Waiting time should be short in relation to the pathology or the schedule of the vessel.

Intake

Always take the cultural background of the seafarer into account. For some it is impolite to give negative answers or deny. Some have different attitudes towards pain. Always give the patient the chance to express his worries or anxiety.

Clinical examination

Although this is not usually very hindered by language problems it may happen that the response to a test is different because of cultural behaviour. It may also be delicate for some cultures to have a nurse around while undressing up to the point of an important aspect of the problem to be omitted.

Laboratory test

In the selection of an appropriate laboratory test the choice does not only depend on the differential diagnosis but also on what can be done before the ship leaves. Relevance of the lab test is important but also more exceptional or “tropical” pathology should be reminded.

Medical imaging

In this respect also the selection of the most appropriate test is important. A method must be sufficiently sensitive and have enough specificity to support the clinical findings and anamnesis.

Sometimes an ultrasound may give a better chance to get relevant findings than a CT scan or MRI, sometimes precious time is lost by first doing an ultrasound if in the end an MRI / CT is necessary.

Communication of results

All results should either be in English or in the native language of the seafarer. If not, an English summary of the reports should be added to the patient’s documents. All results should be typed out; handwritten notes are to be avoided. Services that cannot provide immediate protocols of this kind should not be preferred.

Assessment

It is rather rare in a primary care setting to come to a diagnosis. Most conclusions are working hypotheses. It is essential and sometimes enough to advise the patient about his capacities and risks with the safety of the ship as important reference.

Explanation

As in every consultation it is a critical moment to explain the findings and round up the planning and treatment. Information can be misinterpreted; the patient can get lost in technical details or can be frightened by the medical language.

Reporting

Reporting to the ship should hold essential information about the duty status of the patient and the safety of the vessel. If the patient has to be repatriated or hospitalized it may also be necessary to involve the agency, the company, the insurance company and the consulate. Medical and other sensitive information should be handed over to the patient only and all results of investigations including x-rays are to be given (with) to the patient to allow follow up and avoid repeated tests in other ports.

Medication

Medication has to be given with an explanation in English or the native language of the patient about dosage, length of treatment and possible side effects. Reports and instructions should always mention the generic names. Pharmacies that can deliver on board are preferred and the seafarer should never pay the medication in the first place.

Transport back on board

Convenient transport back to the ship should assist the patient until he is back on board and eventually accompany him to explain further arrangements and follow-up consultations or wait at the gangway to get the patient back off the ship to the hospital or airport if appropriate.

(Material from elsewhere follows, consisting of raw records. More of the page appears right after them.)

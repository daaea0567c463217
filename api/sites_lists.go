package api

import (
	"context"
	"io"
	"iter"
	"log/slog"
	"mime"
	"net/http"
	"strconv"
	"time"

	"github.com/labstack/echo/v4"

	"ridgehop/internal/screening/intake"
	"ridgehop/internal/screening/sites"
)

// maxListBytes bounds the body of a list: 200,000 rows of 80 bytes.
const maxListBytes = 16 << 20

// importsAtOnce bounds the lists that are held in memory: the longest takes a
// quarter of a GiB, as measured.
const importsAtOnce = 2

// importRoutes are the operations that take a list, with what checks it first.
func importRoutes() map[string][]echo.MiddlewareFunc {
	places := make(chan struct{}, importsAtOnce)
	return map[string][]echo.MiddlewareFunc{
		"importSitesCsv":     {lists("text/csv"), oneOf(places)},
		"importSitesGeojson": {lists("application/geo+json"), oneOf(places)},
	}
}

// takesList says whether a route takes a list.
func takesList(route string) bool {
	return route == "/v1/sites/import.csv" || route == "/v1/sites/import.geojson"
}

// lists lets bodies of one type pass, up to the size of a list and in the time
// that one takes over a slow line.
func lists(kind string) echo.MiddlewareFunc {
	return func(next echo.HandlerFunc) echo.HandlerFunc {
		return func(c echo.Context) error {
			if err := takes(kind, c.Request().Header); err != nil {
				return err
			}
			if c.Request().ContentLength > maxListBytes {
				return &http.MaxBytesError{Limit: maxListBytes}
			}
			// Not every ResponseWriter can; then the server's own time holds.
			_ = http.NewResponseController(c.Response()).SetReadDeadline(time.Now().Add(requestTime))
			c.Request().Body = http.MaxBytesReader(c.Response(), c.Request().Body, maxListBytes)
			return next(c)
		}
	}
}

// oneOf waits for one of so many places before a body is read.
func oneOf(places chan struct{}) echo.MiddlewareFunc {
	return func(next echo.HandlerFunc) echo.HandlerFunc {
		return func(c echo.Context) error {
			select {
			case places <- struct{}{}:
				defer func() { <-places }()
				return next(c)
			case <-c.Request().Context().Done():
				return c.Request().Context().Err()
			}
		}
	}
}

// takes checks that a body is of a type, and not packed.
func takes(kind string, header http.Header) error {
	given := header.Get(echo.HeaderContentType)
	if is, _, err := mime.ParseMediaType(given); err != nil || is != kind {
		return mediaType.problem("Content-Type is %s; send the body as %s.", strconv.Quote(shortened(given)), kind)
	}
	if packed := header.Get(echo.HeaderContentEncoding); packed != "" {
		return mediaType.problem("Content-Encoding is %s; send the body as it is.", strconv.Quote(shortened(packed)))
	}
	return nil
}

// ImportSitesCsv keeps the sites of a CSV.
func (h *handlers) ImportSitesCsv(ctx context.Context, request ImportSitesCsvRequestObject) (ImportSitesCsvResponseObject, error) {
	list, err := wholeBody(request.Body)
	if err != nil {
		return nil, err
	}
	out, err := h.imported(ctx, list, intake.CSV, string(orZero(request.Params.Existing)))
	return ImportSitesCsv200JSONResponse(out), err
}

// ImportSitesGeojson keeps the sites of a GeoJSON.
func (h *handlers) ImportSitesGeojson(ctx context.Context, request ImportSitesGeojsonRequestObject) (ImportSitesGeojsonResponseObject, error) {
	out, err := h.imported(ctx, *request.Body, intake.GeoJSON, string(orZero(request.Params.Existing)))
	return ImportSitesGeojson200JSONResponse(out), err
}

// imported reads a list and keeps its sites.
func (h *handlers) imported(ctx context.Context, list []byte, format intake.Format, existing string) (SiteImport, error) {
	if existing != "" && !Existing(existing).Valid() {
		return SiteImport{}, badRequest.problem("existing is %q; it may be refuse or replace.", shortened(existing))
	}
	report, err := h.Sites.Import(ctx, list, format, Existing(existing) == ExistingReplace)
	if err != nil {
		return SiteImport{}, err
	}
	return importAnswer(report), nil
}

// maxRowNotes bounds the rows that an answer speaks of one by one.
const maxRowNotes = 1000

func importAnswer(r sites.Report) SiteImport {
	out := SiteImport{
		Created: int32(r.Created), Replaced: int32(r.Replaced), Unchanged: int32(r.Unchanged),
		Problems: []RowNote{}, Warnings: []RowNote{},
	}
	for _, p := range r.Problems[:min(maxRowNotes, len(r.Problems))] {
		out.Problems = append(out.Problems, rowNote(p))
	}
	for _, w := range r.Warnings[:min(maxRowNotes, len(r.Warnings))] {
		out.Warnings = append(out.Warnings, rowNote(intake.RowProblem(w)))
	}
	out.MoreProblems, out.MoreWarnings = moreThanNoted(len(r.Problems)), moreThanNoted(len(r.Warnings))
	return out
}

func moreThanNoted(n int) *int32 {
	if n <= maxRowNotes {
		return nil
	}
	return new(int32(n - maxRowNotes))
}

func rowNote(p intake.RowProblem) RowNote {
	out := RowNote{Line: int32(p.Line), Detail: p.Detail}
	if p.ID != "" {
		out.Id = &p.ID
	}
	if p.Field != "" {
		out.Field = &p.Field
	}
	return out
}

// ExportSitesCsv writes all sites as CSV.
func (h *handlers) ExportSitesCsv(ctx context.Context, _ ExportSitesCsvRequestObject) (ExportSitesCsvResponseObject, error) {
	return h.exported(ctx, "text/csv; charset=utf-8; header=present", "sites.csv", sites.WriteCSV)
}

// ExportSitesGeojson writes all sites as GeoJSON.
func (h *handlers) ExportSitesGeojson(ctx context.Context, _ ExportSitesGeojsonRequestObject) (ExportSitesGeojsonResponseObject, error) {
	return h.exported(ctx, "application/geo+json", "sites.geojson", sites.WriteGeoJSON)
}

// exported reads the first sites, so that what keeps them from being read can
// still be said as a problem.
func (h *handlers) exported(ctx context.Context, kind, file string, write siteWriter) (siteExport, error) {
	_, _, err := h.Sites.Page(ctx, "", 1)
	return siteExport{kind: kind, file: file, write: write, sites: h.Sites.All(ctx), log: h.Log}, err
}

// siteWriter writes sites as a list.
type siteWriter func(io.Writer, iter.Seq2[sites.Site, error]) error

// siteExport is an answer that is written as the sites are read.
type siteExport struct {
	kind, file string
	write      siteWriter
	sites      iter.Seq2[sites.Site, error]
	log        *slog.Logger
}

// answer writes the list. One that breaks off must not look complete, so the
// connection is broken off as well.
func (e siteExport) answer(w http.ResponseWriter) error {
	w.Header().Set("Content-Type", e.kind)
	w.Header().Set("Content-Disposition", `attachment; filename="`+e.file+`"`)
	w.Header().Set("Cache-Control", "no-cache")
	w.WriteHeader(http.StatusOK)
	if err := e.write(w, e.sites); err != nil {
		e.log.Warn("export broken off", "file", e.file, "error", err)
		panic(http.ErrAbortHandler)
	}
	return nil
}

// VisitExportSitesCsvResponse implements ExportSitesCsvResponseObject.
func (e siteExport) VisitExportSitesCsvResponse(w http.ResponseWriter) error { return e.answer(w) }

// VisitExportSitesGeojsonResponse implements ExportSitesGeojsonResponseObject.
func (e siteExport) VisitExportSitesGeojsonResponse(w http.ResponseWriter) error { return e.answer(w) }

This example highlights a number of essential moments and events in a normal consultation that may be decisive for the quality of care a seafarer gets. A real maritime service or port clinic is organized in a way that these elements are taken into account and a maximal effort is done to overcome the barriers for the patient. This can only be done if all partners have knowledge and insight in their role and tasks from the taxi driver to the receptionist, the nurse and the doctor.